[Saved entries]
▬▬▬▬▬▬

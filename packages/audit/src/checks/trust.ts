import { sameBytes } from "@weighhouse/ledger/bytes";
import { LedgerError } from "@weighhouse/ledger/ledger-error";
import { parseTreeHead } from "@weighhouse/ledger/tree-head";
import type { TreeHead } from "@weighhouse/ledger/tree-head";
import { decodeVerifierKey, fingerprint } from "@weighhouse/ledger/verifier-key";
import type { VerifierKey } from "@weighhouse/ledger/verifier-key";
import type { Roots } from "./heads";
import { failed, judged, notPresent, ok } from "./line";
import type { CheckLine } from "./line";

/** Who signed the last tree head and the manifest; null where no good signature was found. */
export type Signers = { head: VerifierKey[] | null; manifest: VerifierKey[] | null };

/**
 * A forger can sign anew with a key of their own, so who signed says nothing until it is compared
 * with a key that the reader had before.
 */
export function checkKeysHeld(signers: Signers, trustedKeys: readonly string[]): CheckLine {
  const check = "keys you hold";
  if (trustedKeys.length === 0) {
    const names = [...new Set([...fingerprints(signers.head), ...fingerprints(signers.manifest)])];
    if (names.length === 0) return failed(check, "signed by nobody whose signature is good");
    return notPresent(check, `signed by ${names.join(", ")}, not checked against a key you hold`);
  }
  const held = new Set<string>();
  for (const text of trustedKeys) {
    const key = decode(text);
    if (typeof key === "string") return failed(check, `the key you gave: ${key}`);
    held.add(fingerprint(key.publicKey));
  }
  const faults = (["head", "manifest"] as const).flatMap((what) => {
    const names = fingerprints(signers[what]);
    if (names.some((name) => held.has(name))) return [];
    const by = names.length === 0 ? "no good signature" : `signed by ${names.join(", ")}`;
    return [`the ${what === "head" ? "last tree head" : "manifest"}: ${by}, which you don't hold`];
  });
  const names = new Set([...fingerprints(signers.head), ...fingerprints(signers.manifest)]);
  const known = [...names].filter((name) => held.has(name));
  return judged(check, faults, `signed by ${known.join(", ")}, which you hold`);
}

/** A head that the reader kept proves that nothing before it was touched, whoever signed since. */
export function checkHeadHeld(
  trustedHead: string | undefined,
  roots: Roots,
  ledger: string,
): CheckLine {
  const check = "tree head you hold";
  if (trustedHead === undefined) return notPresent(check, "none given");
  const head = readHead(trustedHead);
  if (typeof head === "string") return failed(check, `the head you gave: ${head}`);
  const { size } = roots;
  if (head.origin !== ledger) {
    return failed(
      check,
      `the head you hold is of the ledger ${head.origin}, this one is ${ledger}`,
    );
  }
  const root = roots.of(head.size);
  if (root === null) {
    return failed(
      check,
      `the head you hold is of ${head.size} entries, this archive has ${size}: it is older, or entries are missing`,
    );
  }
  if (!sameBytes(root, head.root)) {
    return failed(check, `the first ${head.size} entries are not those of the head you hold`);
  }
  const later = size - head.size;
  return ok(
    check,
    `the first ${head.size} entries are those of the head you hold; ${later} came later`,
  );
}

function fingerprints(signers: VerifierKey[] | null): string[] {
  return (signers ?? []).map(({ publicKey }) => fingerprint(publicKey));
}

function decode(text: string): VerifierKey | string {
  try {
    return decodeVerifierKey(text);
  } catch (error) {
    if (error instanceof LedgerError) return error.message;
    throw error;
  }
}

function readHead(text: string): TreeHead | string {
  try {
    return parseTreeHead(text);
  } catch (error) {
    if (error instanceof LedgerError) return error.message;
    throw error;
  }
}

▬▬▬▬▬▬

Word for word, give back the data shown above.

- **ANSWER TO THIS EXERCISE**:
filename packages/audit/src/checks/trust.ts
import { sameBytes } from "@weighhouse/ledger/bytes";
import { LedgerError } from "@weighhouse/ledger/ledger-error";
import { parseTreeHead } from "@weighhouse/ledger/tree-head";
import type { TreeHead } from "@weighhouse/ledger/tree-head";
import { decodeVerifierKey, fingerprint } from "@weighhouse/ledger/verifier-key";
import type { VerifierKey } from "@weighhouse/ledger/verifier-key";
import type { Roots } from "./heads";
import { failed, judged, notPresent, ok } from "./line";
import type { CheckLine } from "./line";

/** Who signed the last tree head and the manifest; null where no good signature was found. */
export type Signers = { head: VerifierKey[] | null; manifest: VerifierKey[] | null };

/**
 * A forger can sign anew with a key of their own, so who signed says nothing until it is compared
 * with a key that the reader had before.
 */
export function checkKeysHeld(signers: Signers, trustedKeys: readonly string[]): CheckLine {
  const check = "keys you hold";
  if (trustedKeys.length === 0) {
    const names = [...new Set([...fingerprints(signers.head), ...fingerprints(signers.manifest)])];
    if (names.length === 0) return failed(check, "signed by nobody whose signature is good");
    return notPresent(check, `signed by ${names.join(", ")}, not checked against a key you hold`);
  }
  const held = new Set<string>();
  for (const text of trustedKeys) {
    const key = decode(text);
    if (typeof key === "string") return failed(check, `the key you gave: ${key}`);
    held.add(fingerprint(key.publicKey));
  }
  const faults = (["head", "manifest"] as const).flatMap((what) => {
    const names = fingerprints(signers[what]);
    if (names.some((name) => held.has(name))) return [];
    const by = names.length === 0 ? "no good signature" : `signed by ${names.join(", ")}`;
    return [`the ${what === "head" ? "last tree head" : "manifest"}: ${by}, which you don't hold`];
  });
  const names = new Set([...fingerprints(signers.head), ...fingerprints(signers.manifest)]);
  const known = [...names].filter((name) => held.has(name));
  return judged(check, faults, `signed by ${known.join(", ")}, which you hold`);
}

/** A head that the reader kept proves that nothing before it was touched, whoever signed since. */
export function checkHeadHeld(
  trustedHead: string | undefined,
  roots: Roots,
  ledger: string,
): CheckLine {
  const check = "tree head you hold";
  if (trustedHead === undefined) return notPresent(check, "none given");
  const head = readHead(trustedHead);
  if (typeof head === "string") return failed(check, `the head you gave: ${head}`);
  const { size } = roots;
  if (head.origin !== ledger) {
    return failed(
      check,
      `the head you hold is of the ledger ${head.origin}, this one is ${ledger}`,
    );
  }
  const root = roots.of(head.size);
  if (root === null) {
    return failed(
      check,
      `the head you hold is of ${head.size} entries, this archive has ${size}: it is older, or entries are missing`,
    );
  }
  if (!sameBytes(root, head.root)) {
    return failed(check, `the first ${head.size} entries are not those of the head you hold`);
  }
  const later = size - head.size;
  return ok(
    check,
    `the first ${head.size} entries are those of the head you hold; ${later} came later`,
  );
}

function fingerprints(signers: VerifierKey[] | null): string[] {
  return (signers ?? []).map(({ publicKey }) => fingerprint(publicKey));
}

function decode(text: string): VerifierKey | string {
  try {
    return decodeVerifierKey(text);
  } catch (error) {
    if (error instanceof LedgerError) return error.message;
    throw error;
  }
}

function readHead(text: string): TreeHead | string {
  try {
    return parseTreeHead(text);
  } catch (error) {
    if (error instanceof LedgerError) return error.message;
    throw error;
  }
}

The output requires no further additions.